El repunte de los precios del petróleo tras la escalada de tensiones en Oriente Medio ha reavivado las advertencias sobre una inflación descontrolada, tipos de interés elevados durante un periodo prolongado y presión sobre las monedas de los mercados emergentes. Sin embargo, según Gustavo Pessoa, socio de Legacy Capital , esta interpretación exagera los efectos de la crisis y confunde los temores a corto plazo con cambios estructurales.

“El principal motor de la inflación mundial suele ser el petróleo”, afirma Pessoa en Café com Investidor , un programa de NeoFeed que entrevista a destacados inversores brasileños. Sin embargo, hace una aclaración importante: no todas las crisis se convierten en un problema duradero.

Según Pessoa, la reciente fluctuación del precio del petróleo fue rápida e intensa, impulsada por el riesgo de una interrupción en el estrecho de Ormuz , ruta por la que transita aproximadamente el 15% del petróleo consumido a nivel mundial. La cifra es impresionante, afirma, pero el mercado tiende a sobreestimar los escenarios extremos.

"Para que haya una verdadera escasez de petróleo, se necesita un cierre prolongado. La demanda tarda en desaparecer y el precio tendría que subir mucho más", afirma Pessoa.

La premisa que utiliza Legacy Capital es menos dramática que la que se desprende de los precios a corto plazo. "Partimos de la idea de que este conflicto se resolverá rápidamente, en cuestión de semanas", afirma el socio de Legacy Capital.

Esta diferencia de perspectiva cambia por completo la interpretación de la inflación y los tipos de interés. Pessoa reconoce que, si la crisis persistiera, sus efectos podrían extenderse más allá de los combustibles y la logística. Sin embargo, en el escenario base, observa fuerzas más poderosas que actúan en sentido contrario. «El principal motor de la desinflación en el mundo actual es la inteligencia artificial», afirma.

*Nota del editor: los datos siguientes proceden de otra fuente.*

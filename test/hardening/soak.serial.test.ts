// Campaign "soak": a long editing session through the extension's own change handler. The live run panel
// (src/extension/preview/previewPanel.ts) is built on a stand-in for the vscode module (fakeVscode.ts) with a real
// PreviewSession, a real engine worker and the real analysis thread; 2,000 random edits (typing, deleting, cut-off
// lines, changed numbers, pastes of whole valid schemes) are fired as onDidChangeTextDocument events while runs go on.
// Checked: no unhandled rejection; after the edits stop and the last run settles, the heap (after a full GC) is within
// 20% of its level before the edits; engine workers and OS threads return to the number before the edits (no leaked
// workers), and to zero workers once the panel is closed. Serial: real workers.

import { readdirSync, readFileSync } from 'node:fs';
import { join } from 'node:path';
import { runInNewContext } from 'node:vm';
import { setFlagsFromString } from 'node:v8';
import { afterAll, describe, expect, it } from 'vitest';
import * as vscode from 'vscode';
import { EngineWorker } from '../../src/engine/worker/workerClient';
import { AnalysisClient } from '../../src/extension/preview/analysisClient';
import { LiveRunPanel } from '../../src/extension/preview/previewPanel';
import { campaignSeed, report, rng, ROOT, scaled } from './campaign';
import { FakeDocument, FakePanel, Memento, documents, onDidChangeTextDocumentEmitter, settings } from './fakeVscode';

setFlagsFromString('--expose-gc');
const gc = runInNewContext('gc') as () => void;

/** Engine workers seen by the test (every one a session starts goes through start()). */
const engines = new Set<EngineWorker>();
const start = EngineWorker.prototype.start;
EngineWorker.prototype.start = function (this: EngineWorker, ...args: Parameters<EngineWorker['start']>) {
  engines.add(this);
  return start.apply(this, args);
};
const liveEngines = (): number => [...engines].filter((e) => (e as unknown as { worker: unknown; starting: unknown }).worker !== null || (e as unknown as { starting: unknown }).starting !== null).length;
const osThreads = (): number => readdirSync('/proc/self/task').length;

const sleep = (ms: number) => new Promise((r) => setTimeout(r, ms));

async function settle(gcRounds = 4): Promise<void> {
  for (let k = 0; k < gcRounds; k++) {
    await sleep(50);
    gc();
  }
}

describe('campaign soak', () => {
  const analysis = new AnalysisClient();
  afterAll(() => analysis.dispose());

  it('2,000 random edits through the change handler while the live run runs: no rejection, memory back, no leaked workers', async () => {
    const rejections: unknown[] = [];
    const onRejection = (e: unknown) => rejections.push(e);
    process.on('unhandledRejection', onRejection);
    const logs: string[] = [];
    try {
      const examples = ['heat-2d', 'edge-preserving', 'gray-scott', 'tv-flow', 'wave'].map((n) => readFileSync(join(ROOT, 'examples', `${n}.fluxel`), 'utf8'));
      const uri = vscode.Uri.parse('file:///w/soak.fluxel');
      const doc = new FakeDocument(uri, examples[0]);
      documents.set(uri.toString(), doc);
      settings.set('fluxel.liveRun.sceneSize', 96);
      settings.set('fluxel.liveRun.debounceMs', 30);
      const panel = new FakePanel();
      const live = new LiveRunPanel(panel as never, uri as never, {
        extensionUri: vscode.Uri.parse('file:///ext') as never, memory: new Memento() as never, analysis: () => analysis, log: (l) => logs.push(l),
      });
      const session = await live.sessionReady();
      expect(session).not.toBeNull();
      const ended = () => panel.counts.get('runEnded') ?? 0;
      const waitEnded = async (n: number, ms = 20_000) => { const t0 = Date.now(); while (ended() < n && Date.now() - t0 < ms) await sleep(20); };
      await waitEnded(1);

      // Warm-up edits, so the baseline includes compiled kernels, the analysis thread's state and scene caches.
      const r = rng(campaignSeed(20261206));
      const fire = (start: number, end: number, text: string) => onDidChangeTextDocumentEmitter.fire(doc.edit(start, end, text));
      const randomEdit = (): void => {
        const text = doc.getText();
        const at = Math.floor(r() * (text.length + 1));
        switch (Math.floor(r() * 8)) {
          case 0: fire(at, Math.min(text.length, at + 1), ''); break; // delete a character
          case 1: fire(at, at, "+-*/()[]{}:=', \nabcdeuKn0123456789#"[Math.floor(r() * 36)]); break; // type a character
          case 2: { const eol = text.indexOf('\n', at); fire(at, eol < 0 ? text.length : eol, ''); break; } // cut off the line
          case 3: { // change a number
            const nums = [...text.matchAll(/\d+(\.\d+)?/g)];
            const m = nums[Math.floor(r() * nums.length)];
            if (m) fire(m.index ?? 0, (m.index ?? 0) + m[0].length, String(Math.round(r() * 1000) / 1000)); else fire(at, at, '1');
            break;
          }
          case 4: fire(0, text.length, examples[Math.floor(r() * examples.length)].replace(/^steps \d+$/m, `steps ${1 + Math.floor(r() * 200)}`)); break; // paste a whole scheme
          case 5: fire(at, at, ' '); break;
          default: fire(at, at, ['sum n in N4: ', 'u[1, 0]', 'blur(u, 1)', 'if u > 0 then 1 else 0', 'param Q = 1\n', '\n'][Math.floor(r() * 6)]); break;
        }
      };
      for (let k = 0; k < 100; k++) { randomEdit(); if (k % 10 === 0) await sleep(30); }
      fire(0, doc.getText().length, examples[0]);
      await waitEnded(ended() + 1);
      await sleep(500);
      await settle();
      const baseHeap = process.memoryUsage().heapUsed;
      const baseEngines = liveEngines();
      const baseThreads = osThreads();

      const edits = scaled(2000);
      const t0 = performance.now();
      for (let k = 0; k < edits; k++) {
        randomEdit();
        // Bursts of typing with pauses: some edits fold into one run, some pauses let runs start and stream frames.
        const pause = r();
        await sleep(pause < 0.7 ? 0 : pause < 0.95 ? 5 : 60);
      }
      const editSeconds = (performance.now() - t0) / 1000;
      // The edits stop; the file is left valid so the last run completes, then memory is measured.
      const before = ended();
      fire(0, doc.getText().length, examples[0]);
      await waitEnded(before + 1);
      await sleep(1000);
      await settle(6);
      const heap = process.memoryUsage().heapUsed;
      const workersAfter = liveEngines();
      const threadsAfter = osThreads();
      const frames = panel.counts.get('frame') ?? 0;
      const runs = panel.counts.get('runStarted') ?? 0;

      live.dispose();
      await sleep(300);
      const workersClosed = liveEngines();
      const ratio = heap / baseHeap;
      // A session holds at most two engine workers: the one running and a warm spare, started while steps are long
      // (session.ts prepareSpare). Leaks would show as more after 2,000 edits, every one of which can replace a worker.
      const allowedWorkers = Math.max(2, baseEngines + 1);
      const failures = rejections.length + (ratio > 1.2 ? 1 : 0) + (workersAfter > allowedWorkers ? 1 : 0) + (threadsAfter > baseThreads + 2 ? 1 : 0) + (workersClosed > 0 ? 1 : 0);
      report('soak', edits, failures,
        `${runs} runs started, ${frames} frames posted in ${editSeconds.toFixed(1)} s of editing; heap ${(baseHeap / 1e6).toFixed(1)} MB before, ${(heap / 1e6).toFixed(1)} MB after (${((ratio - 1) * 100).toFixed(1)}%); ` +
        `engine workers ${baseEngines} before, ${workersAfter} after, ${workersClosed} after closing; OS threads ${baseThreads} before, ${threadsAfter} after; ${rejections.length} unhandled rejections; ${logs.length} log lines`);
      expect(rejections.map(String)).toEqual([]);
      expect(ratio).toBeLessThanOrEqual(1.2);
      expect(workersAfter).toBeLessThanOrEqual(allowedWorkers);
      expect(threadsAfter).toBeLessThanOrEqual(baseThreads + 2);
      expect(workersClosed).toBe(0);
      expect(runs).toBeGreaterThan(20);
    } finally {
      process.off('unhandledRejection', onRejection);
    }
  });
});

En su análisis, el debilitamiento del mercado laboral en Estados Unidos, sumado al aumento de la productividad, ejerce presión sobre los precios de los servicios y contribuye a contener la inflación estructural. Este fenómeno, según Pessoa, sigue siendo más relevante que el aumento puntual de los precios del petróleo.

Por lo tanto, aunque los bancos centrales han adoptado una postura más cautelosa, Pessoa no prevé un cambio de régimen. «Ante esta crisis a corto plazo, los bancos centrales son más prudentes, pero lo importante es observar la curva de rendimiento del petróleo a largo plazo, no el precio al contado», afirma. Según él, los precios futuros ya reflejan la expectativa de una disminución del conflicto, lo que limita el riesgo de una inflación persistente.

En Brasil, la inflación interna ya se estaba desacelerando antes del conflicto y se mantiene cerca del objetivo. "Ya estamos proyectando una inflación muy cercana al 3% para mediados de año", afirma.

Según la evaluación del gestor, el shock externo no altera significativamente este panorama. «Una inflación cercana al objetivo no se combina bien con tipos de interés del 15%», afirma, reforzando la expectativa del inicio del ciclo de recortes de tipos. Legacy sigue proyectando un recorte inicial de 50 puntos básicos, y los movimientos posteriores dependerán más del escenario global que de la reciente volatilidad del precio del petróleo.

En el mercado de divisas, Gustavo también se desvía del patrón más defensivo adoptado por el mercado. Reconoce que, en el primer momento de tensión, el dólar se fortalece. Pero considera que este movimiento es transitorio. "Al principio, todos se lanzan al dólar. Luego, los fundamentos vuelven a imponerse", afirma.

En ese sentido, considera que Brasil está mejor posicionado que otros mercados emergentes. «Brasil es un exportador de petróleo. La relación real de intercambio ha mejorado significativamente», afirma, indicando que el aumento de los precios de las materias primas podría, paradójicamente, favorecer al real tras el impacto inicial.

En la entrevista, que puedes ver en el vídeo de arriba, Pessoa también analiza el impacto de las elecciones presidenciales y afirma que, en este momento, Flávio Bolsonaro, el candidato de derecha, es el favorito frente al presidente Luiz Inácio Lula da Silva.